Records drawn from a dataset
================================

"""Lazy matplotlib access for the ``.plot`` methods, and the house style they share: a
colour-blind-safe palette with line styles and markers per run, plain-text labels, legends or
colour bars for colour by sample, layouts that keep labels inside the figure, thinned ticks.
The core never imports matplotlib at import; every function here imports it when called."""

from __future__ import annotations

from collections.abc import Sequence
from typing import Any

import numpy as np

__all__ = [
    "LINESTYLES",
    "MARKERS",
    "OKABE_ITO",
    "RUN_COLORS",
    "color_by_sample",
    "get_axes",
    "keep_labels_inside",
    "legend_outside",
    "name_titles",
    "no_mathtext",
    "plain_text",
    "run_style",
    "style_axes",
    "thin_ticks",
    "time_colors",
    "wrap_titles",
]

#: The Okabe-Ito palette, distinguishable under the common colour-vision deficiencies
#: (Okabe & Ito 2008, "Color Universal Design (CUD): how to make figures and presentations
#: that are friendly to colorblind people"; hex values as published there).
OKABE_ITO: dict[str, str] = {
    "black": "#000000",
    "orange": "#E69F00",
    "sky blue": "#56B4E9",
    "bluish green": "#009E73",
    "yellow": "#F0E442",
    "blue": "#0072B2",
    "vermillion": "#D55E00",
    "reddish purple": "#CC79A7",
}

#: Order of colours for runs: the strongest contrasts first; yellow (weak on white) last.
RUN_COLORS: tuple[str, ...] = tuple(OKABE_ITO[c] for c in (
    "blue", "orange", "bluish green", "vermillion", "reddish purple", "sky blue", "black",
    "yellow"))
#: A line style and a marker per run, so runs differ without colour too.
LINESTYLES: tuple[Any, ...] = ("-", "--", "-.", ":", (0, (5, 1, 1, 1)), (0, (3, 1, 1, 1, 1, 1)),
                               (0, (1, 2)), (0, (8, 2)))
MARKERS: tuple[str, ...] = ("o", "s", "^", "D", "v", "P", "X", "*")


def run_style(i: int, *, markers: bool = True, n_points: int | None = None) -> dict[str, Any]:
    """Line keywords for run ``i``: colour, line style and (optionally) a sparse marker.

    ``n_points`` sets ``markevery`` so that about ten markers show on a long line.
    """
    if isinstance(i, bool) or not isinstance(i, int) or i < 0:
        raise ValueError(f"run index must be an int >= 0, got {i!r}")
    style: dict[str, Any] = {"color": RUN_COLORS[i % len(RUN_COLORS)],
                             "linestyle": LINESTYLES[i % len(LINESTYLES)]}
    if markers:
        style["marker"] = MARKERS[i % len(MARKERS)]
        style["markersize"] = 4
        if n_points is not None and n_points > 12:
            style["markevery"] = max(1, n_points // 10)
    return style


def plain_text(text: Any) -> str:
    """``text`` as a label matplotlib draws literally: ``$`` escaped, so no mathtext."""
    return str(text).replace("$", r"\$")


def style_axes(ax: Any) -> Any:
    """Give ``ax`` the run palette with line styles as its property cycle; returns ``ax``."""
    from cycler import cycler

    n = len(RUN_COLORS)
    ax.set_prop_cycle(cycler(color=list(RUN_COLORS)) + cycler(linestyle=list(LINESTYLES[:n])))
    return ax


def get_axes(ax: Any = None, *, projection: str | None = None,
             figsize: tuple[float, float] = (6, 4)):
    """Return ``ax`` or new Axes (3-D when ``projection="3d"``) on a new pyplot figure.

    A new figure uses constrained layout (labels stay inside after redraws) and the run
    palette (:func:`style_axes`); axes the caller passes are left as they are.
    """
    if ax is not None:
        from matplotlib.axes import Axes

        if not isinstance(ax, Axes):
            raise TypeError(f"ax must be matplotlib Axes (e.g. from plt.subplots()) or None for "
                            f"a new figure, got {type(ax).__name__}")
        if projection == "3d" and getattr(ax, "name", "") != "3d":
            raise ValueError(
                "a 3-D plot needs 3-D axes; create them with "
                "fig.add_subplot(projection='3d') or pass ax=None"
            )
        return ax
    import matplotlib.pyplot as plt

    fig = plt.figure(figsize=figsize, layout="constrained")
    return style_axes(fig.add_subplot(projection=projection))


def keep_labels_inside(fig: Any) -> Any:
    """Switch ``fig`` to constrained layout, recomputed at every draw, so grown tick labels
    are never clipped or overprinted by a layout saved earlier; returns ``fig``."""
    fig.set_layout_engine("constrained")
    return fig


def thin_ticks(axes: Any, *, max_x: int = 4, max_y: int = 4) -> None:
    """At most ``max_x`` / ``max_y`` major ticks on each of ``axes`` (one Axes or many), so
    small multiples do not overprint their tick labels."""
    from matplotlib.ticker import MaxNLocator

    for v, name in ((max_x, "max_x"), (max_y, "max_y")):
        if isinstance(v, bool) or not isinstance(v, int) or v < 1:
            raise ValueError(f"{name} must be an int >= 1, got {v!r}")
    seq = axes.ravel() if hasattr(axes, "ravel") else (
        axes if isinstance(axes, Sequence) else [axes])
    for ax in seq:
        if getattr(ax, "name", "") == "polar":
            continue
        ax.xaxis.set_major_locator(MaxNLocator(nbins=max_x, min_n_ticks=2))
        ax.yaxis.set_major_locator(MaxNLocator(nbins=max_y, min_n_ticks=2))


def color_by_sample(ax: Any, n: int, *, labels: Sequence[Any] | None = None,
                    cmap: str = "viridis", title: str = "sample", max_legend: int = 8):
    """Colours for ``n`` samples, with the key drawn on ``ax``'s figure.

    Up to ``max_legend`` samples get palette colours and a legend entry each (outside the
    data, to the right of the axes); more get a sequential colormap and a colour bar.

    Returns
    -------
    list of colours
        One per sample, in order.
    """
    if isinstance(n, bool) or not isinstance(n, int) or n < 1:
        raise ValueError(f"n must be the number of samples (an int >= 1), got {n!r}")
    if labels is not None and len(labels) != n:
        raise ValueError(f"labels has {len(labels)} entries for {n} samples; pass one per sample")
    names = [plain_text(x) for x in (labels if labels is not None else range(n))]
    if n <= max_legend:
        from matplotlib.lines import Line2D

        colors = [RUN_COLORS[i % len(RUN_COLORS)] for i in range(n)]
        handles = [Line2D([], [], color=c, label=s) for c, s in zip(colors, names, strict=True)]
        ax.legend(handles=handles, title=plain_text(title), fontsize="small",
                  loc="upper left", bbox_to_anchor=(1.02, 1.0), borderaxespad=0.0)
        return colors
    import matplotlib
    from matplotlib.cm import ScalarMappable
    from matplotlib.colors import Normalize

    cm = matplotlib.colormaps[cmap]
    colors = [cm(v) for v in _linspace(n)]
    sm = ScalarMappable(norm=Normalize(0, n - 1), cmap=cm)
    bar = ax.figure.colorbar(sm, ax=ax)
    bar.set_label(plain_text(title))
    return colors


def time_colors(n: int, cmap: str = "viridis"):
    """``n`` colours running along a sequential colormap (used to colour by time or sample)."""
    import matplotlib

    return matplotlib.colormaps[cmap](_linspace(n))


def _linspace(n: int):
    return np.linspace(0.0, 1.0, max(n, 1))


def legend_outside(ax: Any) -> Any:
    """Move ``ax``'s legend (if any) outside the data, to the right of the Axes; returns it.

    Only for Axes with nothing drawn beside them (no colour bar), where the room is free."""
    leg = ax.get_legend()
    if leg is None:
        return None
    handles = list(getattr(leg, "legend_handles", None) or leg.legendHandles)
    labels = [t.get_text() for t in leg.get_texts()]
    title = leg.get_title().get_text() or None
    return ax.legend(handles=handles, labels=labels, title=title, fontsize="small",
                     loc="upper left", bbox_to_anchor=(1.01, 1.0), borderaxespad=0.0)


def wrap_titles(fig: Any, width_px: float) -> Any:
    """Break Axes titles longer than their share of ``width_px`` onto two lines (a narrow
    figure would otherwise clip them); returns ``fig``."""
    import textwrap

    cols = {}
    for ax in fig.axes:
        spec = ax.get_subplotspec() if hasattr(ax, "get_subplotspec") else None
        if spec is None:
            continue
        grid = spec.get_gridspec()
        cols[ax] = max(1, grid.ncols // max(1, spec.colspan.stop - spec.colspan.start))
    for ax, n in cols.items():
        title = ax.get_title()
        size = ax.title.get_fontsize()  # points; at 100 dpi about 0.55 em per character
        room = int(0.75 * width_px / n / (size * 100 / 72 * 0.55))
        if title and "\n" not in title and len(title) > room > 10:
            ax.set_title("\n".join(textwrap.wrap(title, room)[:2]))
    return fig


def name_titles(ax_or_fig: Any, model_class: Any, name: Any):
    """Titles that start with the model's class name (``"GRUNet: gradient flow"``) start
    with the run's name instead, which is what a reader compares; returns the argument."""
    fig = getattr(ax_or_fig, "figure", None) or ax_or_fig
    old = f"{model_class}: "
    if not model_class or not name or str(model_class) == str(name):
        return ax_or_fig
    for ax in fig.axes:
        for loc in ("center", "left", "right"):
            title = ax.get_title(loc)
            if title.startswith(old):
                ax.set_title(f"{name}: {title[len(old):]}", loc=loc)
    return ax_or_fig


def no_mathtext(ax_or_fig: Any):
    """Draw every text of a figure as plain text (no mathtext), and return the argument.

    Run and model names come from users: ``"$\\foo$"`` would otherwise be parsed as
    mathtext and fail when the figure is drawn.
    """
    from matplotlib.text import Text
    from matplotlib.ticker import FixedFormatter, FuncFormatter

    fig = getattr(ax_or_fig, "figure", None) or ax_or_fig
    # tick labels and offsets written by matplotlib's formatters (log axes use mathtext such
    # as 10^{-1}) stay as they are; labels given as text (run names) are plain text
    own = set()
    for ax in fig.axes:
        axes = [getattr(ax, a) for a in ("xaxis", "yaxis", "zaxis") if hasattr(ax, a)]
        for axis in axes:
            own.add(id(axis.offsetText))
            fmt = axis.get_major_formatter()
            if isinstance(fmt, (FixedFormatter, FuncFormatter)) \
                    and not getattr(fmt, "_hiddenlens_plain", False):
                # labels given as text (run names), made again at every draw: escaped
                plain = FuncFormatter(lambda x, pos, f=fmt: plain_text(f(x, pos)))
                plain._hiddenlens_plain = True
                axis.set_major_formatter(plain)
    # the ticks made so far (asking an axis for its ticks would make one per location)
    from matplotlib.axis import Tick

    for tick in fig.findobj(Tick):
        own.update((id(tick.label1), id(tick.label2)))
    for t in fig.findobj(Text):
        if id(t) not in own:
            t.set_parse_math(False)
    return ax_or_fig


def sample_or_median(a: Any, sample: int | None, median: Any = np.median) -> Any:
    """``a[sample]``, or with ``sample=None`` the median over the samples (axis 0) of ``a``."""
    B = a.shape[0]
    if sample is None:
        return median(a, axis=0) if B > 1 else a[0]
    if not -B <= sample < B:
        raise ValueError(f"sample must be in [0, {B}), got {sample}")
    return a[sample]


def finish_step_axes(ax: Any, values: Any, ylabel: str, title: str) -> Any:
    """A log value axis where any drawn value is positive and finite; step axis, labels and
    legend of a curve over the steps t."""
    if np.any(np.isfinite(values) & (values > 0)):
        ax.set_yscale("log")
    ax.set_xlabel("step t")
    ax.set_ylabel(ylabel)
    ax.set_title(title)
    ax.legend(fontsize="small", loc="best")
    return ax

================================

### Assignment
Using the entries above, return exactly the lines from the line with "title = ax.get_title(loc)" to the line with "from matplotlib.text import Text", counting both of those lines.

### Problem solution
            title = ax.get_title(loc)
            if title.startswith(old):
                ax.set_title(f"{name}: {title[len(old):]}", loc=loc)
    return ax_or_fig


def no_mathtext(ax_or_fig: Any):
    """Draw every text of a figure as plain text (no mathtext), and return the argument.

    Run and model names come from users: ``"$\\foo$"`` would otherwise be parsed as
    mathtext and fail when the figure is drawn.
    """
    from matplotlib.text import Text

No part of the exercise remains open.